To interpret the notation $f_{X \mid Y}(x \mid y)$, we need to be clear that there is nothing random about the random variable $Y$, since it is already fixed. What remains is a sub-population distribution in terms of $X$ (i.e. the reduced sample space of $\Omega_X$ where $Y$ happened). Consequently, the conditional PMF/PDF $f_{X \mid Y}(x \mid y)$ is a distribution in terms of $X$.

I have no trouble understanding this, since conditional just means looking into the reduced sample space of $X$ where $Y$ has happened for a specific set. But soon after, when conditional expectation is mentioned, it says:

There are two points to note here.
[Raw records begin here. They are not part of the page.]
/**
 * The coil, trimmer and padder that make a variable capacitor tune a band
 * exactly (widened by `margin` at each end): see the module header for the
 * algebra and for how the trimmer-and-padder case chooses its free quantity.
 * L = 1/((2π f_high)² C(C_min)). Lumped and lossless; strays constant.
 * @param input band in Hz, capacitances in F, margin as a fraction
 * @returns a BandCircuit with the covered band, the arrangement chosen and notes giving the reason
 * @throws DesignError naming the input at fault; `highFrequency` when the capacitor cannot tune the band
 */
export function designForBand(input: BandDesignInput): BandDesign {
  requireObject<BandDesignInput>('band', input, 'The band design');
  const band = checkBand(input.lowFrequency, input.highFrequency);
  const n = checkNetwork({ ...input, trimmerCapacitance: undefined, padderCapacitance: undefined });
  const margin = input.margin === undefined ? 0 : requireInRange('margin', requireFinite('margin', input.margin, 'Margin'), 0, 0.5, 'Margin');
  const arrangement = input.arrangement ?? 'auto';
  if (arrangement !== 'auto' && arrangement !== 'trimmer') {
    throw new DesignError('arrangement', `The arrangement must be "auto" or "trimmer" (got ${typeof arrangement === 'string' ? JSON.stringify(arrangement) : String(arrangement)}).`);
  }
  const f1 = band.low * (1 - margin);
  const f2 = band.high * (1 + margin);
  const n2 = (f2 / f1) ** 2;
  const k = n2 - 1;
  const widest2 = (n.max + n.stray) / (n.min + n.stray);
  const widestRatio = Math.sqrt(widest2);
  if (n2 > widest2 * (1 + LIMIT_TOLERANCE)) {
    throw new DesignError('highFrequency', tooWide(band.low, band.high, margin, n, widestRatio));
  }
  const notes: DesignNote[] = [];
  // Trimmer alone: C_0 = C_t + C_s = (C_max − n² C_min)/(n² − 1).
  const c0 = (n.max - n2 * n.min) / k;
  const exactTrimmer = Math.max(0, c0 - n.stray);
  const limit = PADDER_SWITCH_RATIO * n.max;
  const ratioText = `The band ratio ${sayNumber(f2 / f1, 4)}${margin > 0 ? ' (with the margin)' : ''}`;
  let trimmer: number;
  let padder: number | undefined;
  const held = Math.max(0, limit - n.stray);
  const padderNeeded = arrangement === 'auto' && c0 > limit && c0 - held - n.stray > LIMIT_TOLERANCE * c0;
  if (!padderNeeded) {
    trimmer = exactTrimmer;
    if (exactTrimmer === 0 || exactTrimmer <= LIMIT_TOLERANCE * (n.max + n.stray)) {
      trimmer = 0;
      notes.push(note('info', `${ratioText} is all this capacitor gives with ${sayQuantity(n.stray, 'F')} of strays (${sayNumber(widestRatio, 4)}): no trimmer is needed and none is left for alignment. Any more stray capacitance will lose the band's high end; set the band with a slug in the coil, or allow a margin.`, 'highFrequency'));
    } else {
      notes.push(note('info', `${ratioText} is narrower than this capacitor's ${sayNumber(widestRatio, 4)} (with the strays): a parallel trimmer of ${sayQuantity(trimmer, 'F')} narrows its swing to the band, and the whole rotation covers it. ${c0 > limit ? 'No padder, as asked.' : `No padder: the trimmer and strays together (${sayQuantity(c0, 'F')}) stay within the capacitor's maximum ${sayQuantity(n.max, 'F')}.`}`));
    }
    if (c0 > limit) {
      notes.push(note('info', `A trimmer alone needs ${sayQuantity(c0, 'F')} in parallel, ${sayNumber(c0 / n.max)} times the capacitor's maximum: most of the tank's capacitance is fixed, so the coil is small and the fixed capacitor's tolerance and drift move the band more than the variable tunes it. The "auto" arrangement would add a series padder.`, 'arrangement'));
    }
  } else {
    // Trimmer and padder: hold C_t + C_s at the limit, solve the padder (module header).
    trimmer = held;
    const a = n.min + trimmer;
    const b = n.max + trimmer;
    const qa = c0 - trimmer - n.stray;
    const qb = n.stray * (a + b) + a * b;
    const qd = n.stray * a * b;
    padder = (qb + Math.sqrt(qb * qb + 4 * qa * qd)) / (2 * qa);
    const trimmerOnlyL = 1 / (TWO_PI * f2) / (TWO_PI * f2 * (n.min + c0));
    notes.push(note('info', `${ratioText} is much narrower than this capacitor's ${sayNumber(widestRatio, 4)}: a trimmer alone would need ${sayQuantity(c0, 'F')} in parallel (${sayNumber(c0 / n.max)} times the capacitor's maximum) and a coil of only ${sayQuantity(trimmerOnlyL, 'H')}. So the parallel capacitance (trimmer ${sayQuantity(trimmer, 'F')} with the strays) is held at the capacitor's maximum, and a series padder of ${sayQuantity(padder, 'F')} narrows the swing to the band, keeping the whole rotation on it (band-spread). Holding the parallel capacitance at the trimmer-only limit keeps the coil large and makes the design continuous with the trimmer-only one at the switch-over.`));
  }
  const circuit: Network = { ...n, trimmer, padder };
  const highEndCapacitance = totalCapacitance(circuit, n.min);
  const inductance = requireFiniteFigure('highFrequency', partnerAt(highEndCapacitance, f2), 'The inductance');
  const cover = coverageOf(circuit, inductance);
  const crowding = padder === undefined ? 1 : ((padder + n.max + trimmer) / (padder + n.min + trimmer)) ** 2;
  if (padder !== undefined) {
    notes.push(note('info', `The padder crowds the meshed end of the dial: there the tank's capacitance changes ${sayNumber(crowding)} times more slowly per picofarad of the variable than at the open end (see the dial law).`));
  }
  if (trimmer > LARGE_TRIMMER) {
    notes.push(note('info', `${sayQuantity(trimmer, 'F')} is more than a trimmer alone gives: use a fixed capacitor with a trimmer across it set near mid-travel, so the band can be aligned both ways.`, 'trimmerCapacitance'));
  }
  if (margin > 0) {
    notes.push(note('info', `The band is widened by ${sayPercent(margin).slice(1)} at each end: the capacitor covers ${sayQuantity(f1, 'Hz', 4)} to ${sayQuantity(f2, 'Hz', 4)}.`, 'margin'));
  }
  return {
    inductance,
    minCapacitance: n.min,
    maxCapacitance: n.max,
    strayCapacitance: n.stray,
    trimmerCapacitance: trimmer,
    padderCapacitance: padder,
    arrangement: padder === undefined ? 'trimmer' : 'padder',
    lowFrequency: cover.lowFrequency,
    highFrequency: cover.highFrequency,
    requestedLowFrequency: band.low,
    requestedHighFrequency: band.high,
    frequencyRatio: cover.frequencyRatio,
    widestRatio,
    lowEndCapacitance: cover.lowEndCapacitance,
    highEndCapacitance: cover.highEndCapacitance,
    crowding,
    notes,
  };
}

/**
 * Monotone cubic (Fritsch–Carlson) interpolant through strictly monotonic
 * points: derivatives by Fritsch and Butland's weighted harmonic mean inside,
 * one-sided slopes at the ends; cubic Hermite pieces between. Never overshoots
 * the table, so a monotonic table gives a monotonic curve.
 */
export function monotoneInterpolator(xs: readonly number[], ys: readonly number[]): (x: number) => number {
  const n = xs.length;
  const h: number[] = [];
  const d: number[] = [];
  for (let i = 0; i < n - 1; i++) {
    h.push(xs[i + 1] - xs[i]);
    d.push((ys[i + 1] - ys[i]) / h[i]);
  }
  const m = new Array<number>(n);
  m[0] = d[0];
  m[n - 1] = d[n - 2];
  for (let i = 1; i < n - 1; i++) {
    if (d[i - 1] * d[i] <= 0) m[i] = 0;
    else {
      const w1 = 2 * h[i] + h[i - 1];
      const w2 = h[i] + 2 * h[i - 1];
      m[i] = (w1 + w2) / (w1 / d[i - 1] + w2 / d[i]);
    }
  }
  return (x: number) => {
    let i = 0;
    while (i < n - 2 && x > xs[i + 1]) i++;
    const t = (x - xs[i]) / h[i];
    const t1 = 1 - t;
    return ys[i] * (1 + 2 * t) * t1 * t1 + h[i] * m[i] * t * t1 * t1 + ys[i + 1] * t * t * (3 - 2 * t) + h[i] * m[i + 1] * t * t * (t - 1);
  };
}

/** Points of a curve: a whole number from 2 to 10,000, or the fallback. */
export function checkPoints(value: unknown, fallback: number): number {
  if (value === undefined) return fallback;
  if (typeof value !== 'number' || !Number.isInteger(value) || value < 2 || value > 10_000) {
    throw new DesignError('points', `Number of points must be a whole number from 2 to 10,000 (got ${typeof value === 'number' ? sayNumber(value) : typeof value}).`);
  }
  return value;
}

// ---------------------------------------------------------------------------
// Selectivity across the band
First, the expectation of $\mathbb{E}[X \mid Y=y]$ is taken with respect to $f_{X \mid Y}(x \mid y)$. We assume that the random variable $Y$ is already fixed at the state $Y=y$. Thus, the only source of randomness is $X$. Secondly, since the expectation $\mathbb{E}[X \mid Y=y]$ has eliminated the randomness of $X$, the resulting function is in $y$.

A quick read online reveals that the expectation of $X$ given $Y$ can indeed be a function of $Y$ if we treat this conditional expectation as random variable. I am just slightly confused why the conditional expectation is not a function of $X$, since the underlying conditional distribution is a function of $X$.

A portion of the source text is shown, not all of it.